It's written in The Silmarillion:

"Then the themes of Ilúvatar shall be played aright, and take Being in the moment of their utterance, for all shall then understand fully his intent in their part, and each shall know the comprehension of each, and Ilúvatar shall give to their thoughts the secret fire, being well pleased."

Why is "secret fire" written here using only small or lower case letters? After all, in other passages the term is written "Secret Fire" or "Flame Imperishable", always with upper case letters... These last manners look more suitable, given that this entity appears to be divine in some way (something like the Holy Spirit, perhaps).

  • 1
    As far as I can tell, it's referred to in capitals when they're referring to the fire as a singular. In the case you've highlighted (and several others), it's more that it's being referred to as some secret fire, not The secret fire.
    – Valorum
    Commented Jan 28, 2015 at 20:43
  • As far as I can tell, the term secret fire only appears three times in the Silmarillion.

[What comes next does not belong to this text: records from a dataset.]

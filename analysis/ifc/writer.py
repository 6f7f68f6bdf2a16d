"""Write analysis results back into a copy of the source IFC file.

The input is never modified: the source is opened, changed in memory and
written to a temporary file in the output's folder, which is then moved into
place with ``os.replace`` (a crash leaves no half-written output). The output
keeps the input's schema and units (SI values are converted back with
`analysis.units.from_si`).

What is written (everything tagged so that a later run can find and replace it):

* one ``IfcStructuralResultGroup`` per load case and combination
  (``Description = 'plumbframe'``, FIRST_ORDER_THEORY, ``ResultForLoadGroup``
  = the case's ``IfcStructuralLoadGroup`` where the input has one,
  ``IsLinear = True``), listed in the analysis model's ``HasResults``;
* ``IfcStructuralPointReaction`` with an ``IfcStructuralLoadSingleForce`` on
  every supported connection (reactions, global axes) and with an
  ``IfcStructuralLoadSingleDisplacement`` on every connection (global axes);
* per curve member an ``IfcStructuralCurveReaction`` (DISCRETE, LOCAL_COORDS)
  whose ``IfcStructuralLoadConfiguration`` holds the internal forces
  N, Vy, Vz, T, My, Mz as ForceX, ForceY, ForceZ, MomentX, MomentY, MomentZ
  of one ``IfcStructuralLoadSingleForce`` per station (``Locations``: the
  distance from the member's start; which stations: `analysis.stations`,
  by default the ends, both sides of concentrated loads and the extremes
  of the forces), and a second one with the deflections dy, dz of the
  member axis (``IfcStructuralLoadSingleDisplacement``) at the ends, the
  load points and the extremes of the deflections. IFC2X3
  has neither entity: there the member forces go to property sets only;
* where the input had no structural analysis model (route 'physical'), the
  derived analytical model: ``IfcStructuralAnalysisModel`` (Description
  'plumbframe derived analytical model'), point connections with boundary
  conditions, curve members with ``Axis`` and edge topology,
  ``IfcRelConnectsStructuralMember`` (with end releases), linked to the
  physical elements by ``IfcRelAssignsToProduct``;
* property sets ``PF_MemberForces`` (physical elements and analytical
  members), ``PF_SupportReactions`` (supported connections) and
  ``PF_AnalysisSummary`` (the analysis model; also the IfcProject on route
  'physical').

The few entities that existing ones refer to (result groups, the derived
model) are created with ``create_entity``; the bulk (reactions, loads,
relationships, property sets: hundreds of thousands on a building) is
formatted as STEP lines numbered after the file's highest id and appended to
the DATA section (`analysis.ifc.step`), which costs a fraction of creating
them one by one. Where nothing of the source was removed (no earlier
results), the output is the source's own text with the few changed entities
rewritten in place and the new ones added; otherwise ifcopenshell writes the
changed file and the bulk is appended to it. Numbers carry
`analysis.ifc.step.SIGNIFICANT_DIGITS` significant digits.
"""
from __future__ import annotations

import contextlib
import datetime as _dt
import itertools
import logging
import math
import os
from collections import defaultdict
from dataclasses import dataclass, field
from typing import TYPE_CHECKING, Any

import numpy as np

from ..collector import pauses_collector
from ..errors import AnalysisError, IfcInputError
from ..model import ACTION_NAMES, REACTION_NAMES

if TYPE_CHECKING:  # pragma: no cover
    pass

__all__ = ["WriteSummary", "write_results", "remove_earlier_results", "TAG", "DERIVED_TAG", "idealisation_text",
           "units_text"]

log = logging.getLogger(__name__)

#: Description of every result group (and reaction) plumbframe writes.
TAG = "plumbframe"
#: Description of the analytical model plumbframe derives from physical elements.
DERIVED_TAG = "plumbframe derived analytical model"
_PSET_PREFIX = "PF_"

#: Entity types that are never deleted when an earlier run is cleaned up, even when unreferenced.
_PROTECTED = ("IfcOwnerHistory", "IfcRepresentationContext", "IfcMaterialDefinition", "IfcMaterialUsageDefinition",
              "IfcMaterial", "IfcMaterialProfileSet", "IfcMaterialProfileSetUsage", "IfcProfileDef", "IfcUnit",
              "IfcNamedUnit", "IfcUnitAssignment", "IfcPerson", "IfcOrganization", "IfcPersonAndOrganization",
              "IfcApplication")


@dataclass(frozen=True)
class WriteSummary:
    """What `write_results` wrote."""

    path: str
    schema: str
    route: str
    result_groups: int = 0
    point_reactions: int = 0
    curve_reactions: int = 0
    property_sets: int = 0
    derived_model: bool = False
    removed_entities: int = 0
    notes: tuple[str, ...] = ()


# --------------------------------------------------------------------------- text helpers
_LENGTH_NAMES = {1.0: "m", 1e-3: "mm", 1e-2: "cm", 1e-1: "dm", 0.3048: "ft", 0.0254: "in"}
_FORCE_NAMES = {1.0: "N", 1e3: "kN", 1e6: "MN", 4.4482216152605: "lbf"}
_ANGLE_NAMES = {1.0: "rad", math.pi / 180: "deg"}


def _unit_name(scale: float, names: dict[float, str], si: str) -> str:
    for value, name in names.items():
        if math.isclose(scale, value, rel_tol=1e-9):
            return name
    return f"{scale:.6g} {si}"


def units_text(units) -> str:
    """The file's units in words, e.g. ``length mm, force kN, moment kN*m, angle rad``."""
    length = _unit_name(units.length, _LENGTH_NAMES, "m")
    force = _unit_name(units.force, _FORCE_NAMES, "N")
    if math.isclose(units.moment, units.force * units.length, rel_tol=1e-9):
        moment = f"{force}*{length}"
    else:
        moment = f"{units.moment:.6g} N*m"
    angle = _unit_name(units.angle, _ANGLE_NAMES, "rad")
    return f"length {length}, force {force}, moment {moment}, angle {angle}"


def idealisation_text(results) -> str:
    """The idealisation of an analysis in words (for property sets, summaries and reports)."""
    opt = results.options
    parts = ["plane frame, 3 unknowns per joint" if results.dimension == 2 else "space frame, 6 unknowns per joint"]
    parts.append("members axially rigid" if opt.inextensible else "axial deformation included")
    parts.append("shear deformation included" if opt.shear else "Euler-Bernoulli members (no shear deformation)")
    if opt.condense_pinned:
        parts.append("rotations at pinned ends condensed out")
    parts.append("second-order elastic (P-Delta and P-delta)" if getattr(results, "theory", "") == "second-order"
                 else "first-order linear elastic")
    if results.solver:
        parts.append(f"solver {results.solver}")
    return "; ".join(parts)
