def test_zero_length_element():
    m = portal()
    e = m.element("IfcBeam", "Dot", (0, 0, 2), (1, 0, 2), BEAM, body=False)
    e.Representation.Representations[0].Items[0].Points = [m.pt((0, 0, 0)), m.pt((0, 0, 0))]
    fr, diags, _ = m.derive()
    assert "Dot" not in fr.member_ids and fr.n_members == 3
    assert any("'Dot'" in d.message and "left out — zero length" in d.message for d in diags)
    with pytest.raises(IfcInputError, match=r"#\d+ IfcBeam 'Dot'.*zero length"):
        m.derive(strict=True)


def test_unknown_profile():
    m = portal()
    f = m.f
    odd = f.create_entity("IfcArbitraryOpenProfileDef", ProfileType="CURVE", ProfileName="open",
                          Curve=f.create_entity("IfcPolyline", Points=[m.pt((0.0, 0.0)), m.pt((0.1, 0.0))]))
    m.element("IfcBeam", "Odd", (0, 0, 2), (6, 0, 2), BEAM, profile=odd)
    with pytest.raises(IfcInputError, match=r"#\d+ IfcBeam 'Odd'"):
        m.derive()


def test_missing_material_unless_default():
    m = portal()
    m.element("IfcBeam", "Bare", (0, 0, 2), (6, 0, 2), BEAM, material=False)
    # no material at all: the documented default for the class (structural steel S235), with a warning
    fr, diags, _ = m.derive()
    k = fr.member_index("Bare")
    assert (fr.E[k], fr.material_sources[k], fr.material_names[k]) == (210e9, "default", "S235")
    assert any(d.level == "warning" and "'Bare'" in d.message and "no material" in d.message for d in diags)
    fr, diags, _ = m.derive(defaults={"E": 200e9, "G": 80e9, "density": 7800.0})
    k = fr.member_index("Bare")
    assert fr.E[k] == 200e9
    assert any("'Bare'" in d.message for d in diags)


def test_missing_profile_unless_default_section():
    from analysis.model import Section

    m = portal()
    e = m.element("IfcBeam", "Line", (0, 0, 2), (6, 0, 2), BEAM, body=False, material=False)
    m.f.create_entity("IfcRelAssociatesMaterial", GlobalId=m.gid(), RelatedObjects=[e], RelatingMaterial=m.material)
    with pytest.raises(IfcInputError, match=r"#\d+ IfcBeam 'Line': no profile"):
        m.derive()
    sec = Section("given", A=0.01, Iy=2e-4, Iz=1e-4, J=5e-5)
    fr, diags, _ = m.derive(defaults={"section": sec})
    k = fr.member_index("Line")
    assert (fr.A[k], fr.Iy[k], fr.section_names[k]) == (0.01, 2e-4, "given")
    assert any("default section" in d.message for d in diags)


def test_duplicate_names_fall_back_to_global_ids():
    m = portal()
    twin = m.element("IfcBeam", "B1", (0, 0, 2), (6, 0, 2), BEAM)
    fr, _, _ = m.derive()
    assert twin.GlobalId in fr.member_ids and "B1" not in fr.member_ids


# --------------------------------------------------------------------------- the sample model
def test_braced_office_sample():
    path = SAMPLES / "braced_office.ifc"
    if not path.exists():
        pytest.skip("sample_models/braced_office.ifc not generated")
    f = ifcopenshell.open(str(path))
    fr, diags, notes = derive_frame(f, scales=unit_scales(f), area_loads=[("Level 1", "Office", 3000.0)])
    # 4 x 3 column lines on 4 levels = 48 nodes, plus the two mid-span landings of the secondary beam
    assert fr.n_nodes == 50
    assert fr.n_members == 106 + 2
    split = sorted(i for i in fr.member_ids if "/" in i)
    assert split == ["BX-BC1-L1/1", "BX-BC1-L1/2", "BX-BC2-L1/1", "BX-BC2-L1/2"]
    np.testing.assert_allclose(fr.lengths[[fr.member_index(i) for i in split]], 3.0, rtol=1e-12)
    s = fr.member_index("BS-BC12-L1")
    assert fr.releases[s, :, 4:6].all()
    # the beam stopping 5 mm short of column D2 reaches the column's node at (18, 7.5, 7.2)
    k = fr.member_index("BY-D12-L2")
    np.testing.assert_allclose(fr.nodes[fr.members[k, 1]], [18.0, 7.5, 7.2], atol=1e-9)
    assert any("5 mm" in d.message and "BY-D12-L2" in d.message for d in diags)
    assert fr.truss.sum() == 18
    assert fr.restraints.all(axis=1).sum() == 12
    res = analyze(fr)
    cr = res.cases["Office"] if hasattr(res, "cases") else res.case("Office")
    # statics: the floor area 18 m x 15 m at 3 kPa reaches the supports (common practice, no source)
    np.testing.assert_allclose(cr.reactions[:, 2].sum(), 3000.0 * 18 * 15, rtol=1e-9)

Once it's capitalised, twice it isn't.
    – Valorum
    Commented Jan 28, 2015 at 20:44
  • I am not sure if this is a grammatical error by the publisher or something that is actually answerable.
    – Tritium21
    Commented Jan 28, 2015 at 20:44
  • 3
    @Tritium21 - I'm not saying that you don't get the occasional publishing error but the fact that this capitalisation is constant in three different versions of the text (two published, one ebook) suggests that it was intentional.
    – Valorum
    Commented Jan 28, 2015 at 20:50
  • 1
    @Richard Fair enough.
    – Tritium21
    Commented Jan 28, 2015 at 20:51

1 Answer 1


There are three mentions of "secret fire" in the Silmarillion.

  1. ...and Ilúvatar shall give to their thoughts the secret fire, being well pleased.
  2. ...and the Secret Fire was sent to burn at the heart of the World...
  3. ...and Fëanor grew swiftly, as if a secret fire were kindled within him.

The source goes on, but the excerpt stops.